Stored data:
>>

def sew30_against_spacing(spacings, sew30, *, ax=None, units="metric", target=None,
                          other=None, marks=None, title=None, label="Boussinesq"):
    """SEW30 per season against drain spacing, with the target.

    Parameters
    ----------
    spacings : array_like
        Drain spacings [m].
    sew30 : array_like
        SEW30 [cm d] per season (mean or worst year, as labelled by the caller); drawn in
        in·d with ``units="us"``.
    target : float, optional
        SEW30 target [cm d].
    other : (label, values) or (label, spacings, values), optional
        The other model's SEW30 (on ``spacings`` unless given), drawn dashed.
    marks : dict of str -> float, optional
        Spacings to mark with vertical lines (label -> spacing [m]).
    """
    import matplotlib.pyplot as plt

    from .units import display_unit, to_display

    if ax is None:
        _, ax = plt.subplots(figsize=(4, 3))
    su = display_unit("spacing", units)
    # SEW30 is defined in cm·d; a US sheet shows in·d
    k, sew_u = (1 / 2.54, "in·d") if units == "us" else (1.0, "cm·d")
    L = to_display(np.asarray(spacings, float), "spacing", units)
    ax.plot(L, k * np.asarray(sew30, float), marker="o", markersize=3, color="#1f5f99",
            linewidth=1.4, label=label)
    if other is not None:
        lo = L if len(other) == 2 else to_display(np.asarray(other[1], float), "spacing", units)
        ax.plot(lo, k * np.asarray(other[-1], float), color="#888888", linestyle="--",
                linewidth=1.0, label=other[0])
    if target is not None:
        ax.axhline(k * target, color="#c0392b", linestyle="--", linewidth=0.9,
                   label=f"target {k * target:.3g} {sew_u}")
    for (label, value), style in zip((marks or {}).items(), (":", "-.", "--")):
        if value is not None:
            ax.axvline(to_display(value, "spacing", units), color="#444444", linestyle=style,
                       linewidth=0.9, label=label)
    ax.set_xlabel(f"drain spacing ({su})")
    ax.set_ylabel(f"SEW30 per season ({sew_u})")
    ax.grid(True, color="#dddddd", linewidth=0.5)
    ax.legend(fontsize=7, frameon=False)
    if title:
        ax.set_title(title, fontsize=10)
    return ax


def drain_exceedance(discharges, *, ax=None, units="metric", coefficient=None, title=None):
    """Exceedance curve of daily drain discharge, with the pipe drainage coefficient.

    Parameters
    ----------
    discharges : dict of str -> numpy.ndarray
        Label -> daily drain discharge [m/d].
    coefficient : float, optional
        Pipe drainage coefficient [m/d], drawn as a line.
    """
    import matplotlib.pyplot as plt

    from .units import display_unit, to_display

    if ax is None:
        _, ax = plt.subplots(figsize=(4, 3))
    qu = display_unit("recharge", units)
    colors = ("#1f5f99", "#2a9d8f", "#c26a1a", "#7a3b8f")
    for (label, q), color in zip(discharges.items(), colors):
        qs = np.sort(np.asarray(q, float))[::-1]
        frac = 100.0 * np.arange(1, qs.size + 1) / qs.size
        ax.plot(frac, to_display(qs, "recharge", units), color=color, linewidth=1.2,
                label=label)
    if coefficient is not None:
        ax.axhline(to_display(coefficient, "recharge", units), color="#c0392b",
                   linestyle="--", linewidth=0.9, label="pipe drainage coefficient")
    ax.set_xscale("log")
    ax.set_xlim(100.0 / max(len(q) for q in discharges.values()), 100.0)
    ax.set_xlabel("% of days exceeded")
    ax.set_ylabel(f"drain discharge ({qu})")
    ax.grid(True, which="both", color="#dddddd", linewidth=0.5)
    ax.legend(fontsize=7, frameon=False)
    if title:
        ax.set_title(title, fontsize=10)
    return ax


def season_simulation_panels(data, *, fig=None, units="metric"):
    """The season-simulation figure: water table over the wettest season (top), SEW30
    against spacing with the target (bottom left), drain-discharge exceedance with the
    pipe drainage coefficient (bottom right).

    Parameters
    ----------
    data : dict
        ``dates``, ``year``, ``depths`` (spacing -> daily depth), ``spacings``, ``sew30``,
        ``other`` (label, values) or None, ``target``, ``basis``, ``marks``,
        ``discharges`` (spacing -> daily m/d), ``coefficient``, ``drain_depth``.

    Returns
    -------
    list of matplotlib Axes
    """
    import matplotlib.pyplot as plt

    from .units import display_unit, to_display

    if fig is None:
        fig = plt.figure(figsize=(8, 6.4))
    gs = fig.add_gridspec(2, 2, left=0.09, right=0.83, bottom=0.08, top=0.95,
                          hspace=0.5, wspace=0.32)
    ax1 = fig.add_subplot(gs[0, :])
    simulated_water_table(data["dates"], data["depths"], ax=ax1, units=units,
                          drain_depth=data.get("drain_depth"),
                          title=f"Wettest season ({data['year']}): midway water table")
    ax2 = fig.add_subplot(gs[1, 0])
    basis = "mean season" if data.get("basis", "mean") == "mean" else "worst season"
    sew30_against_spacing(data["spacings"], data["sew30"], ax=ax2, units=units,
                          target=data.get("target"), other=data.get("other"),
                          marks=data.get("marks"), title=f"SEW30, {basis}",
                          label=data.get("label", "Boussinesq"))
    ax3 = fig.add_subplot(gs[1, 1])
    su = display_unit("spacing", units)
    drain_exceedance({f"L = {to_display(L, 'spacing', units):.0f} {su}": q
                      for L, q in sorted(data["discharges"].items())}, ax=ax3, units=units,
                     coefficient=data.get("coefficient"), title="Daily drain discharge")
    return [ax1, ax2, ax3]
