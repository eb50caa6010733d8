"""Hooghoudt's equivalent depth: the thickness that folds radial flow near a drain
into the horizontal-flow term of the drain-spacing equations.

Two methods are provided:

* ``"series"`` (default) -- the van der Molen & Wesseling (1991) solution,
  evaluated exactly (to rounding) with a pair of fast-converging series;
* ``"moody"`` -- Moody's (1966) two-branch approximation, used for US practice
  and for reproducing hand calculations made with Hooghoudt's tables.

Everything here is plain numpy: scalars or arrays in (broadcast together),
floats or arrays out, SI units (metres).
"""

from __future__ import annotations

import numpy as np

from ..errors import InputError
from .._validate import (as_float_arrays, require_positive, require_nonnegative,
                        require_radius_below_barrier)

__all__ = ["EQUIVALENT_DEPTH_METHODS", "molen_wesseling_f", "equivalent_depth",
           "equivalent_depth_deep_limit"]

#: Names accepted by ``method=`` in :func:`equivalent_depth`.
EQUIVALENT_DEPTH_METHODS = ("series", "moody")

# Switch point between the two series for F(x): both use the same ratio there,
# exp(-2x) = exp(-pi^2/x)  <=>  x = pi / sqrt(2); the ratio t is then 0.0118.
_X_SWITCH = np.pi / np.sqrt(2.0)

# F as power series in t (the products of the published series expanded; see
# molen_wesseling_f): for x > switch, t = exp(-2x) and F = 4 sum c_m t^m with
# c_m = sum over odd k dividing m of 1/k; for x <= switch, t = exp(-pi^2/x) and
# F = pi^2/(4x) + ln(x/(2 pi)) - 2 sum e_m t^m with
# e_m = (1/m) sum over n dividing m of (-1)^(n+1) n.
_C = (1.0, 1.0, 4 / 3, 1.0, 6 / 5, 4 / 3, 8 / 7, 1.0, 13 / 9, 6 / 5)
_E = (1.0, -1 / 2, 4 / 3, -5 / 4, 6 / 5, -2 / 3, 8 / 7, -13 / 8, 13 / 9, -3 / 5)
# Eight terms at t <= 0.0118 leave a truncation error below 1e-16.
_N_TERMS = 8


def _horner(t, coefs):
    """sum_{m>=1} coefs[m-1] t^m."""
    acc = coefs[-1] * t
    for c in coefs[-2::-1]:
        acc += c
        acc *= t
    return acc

<<

• _REQUIRED WORK_:
Output only the number of lines above holding "coefs".

• _SOLUTION_:
4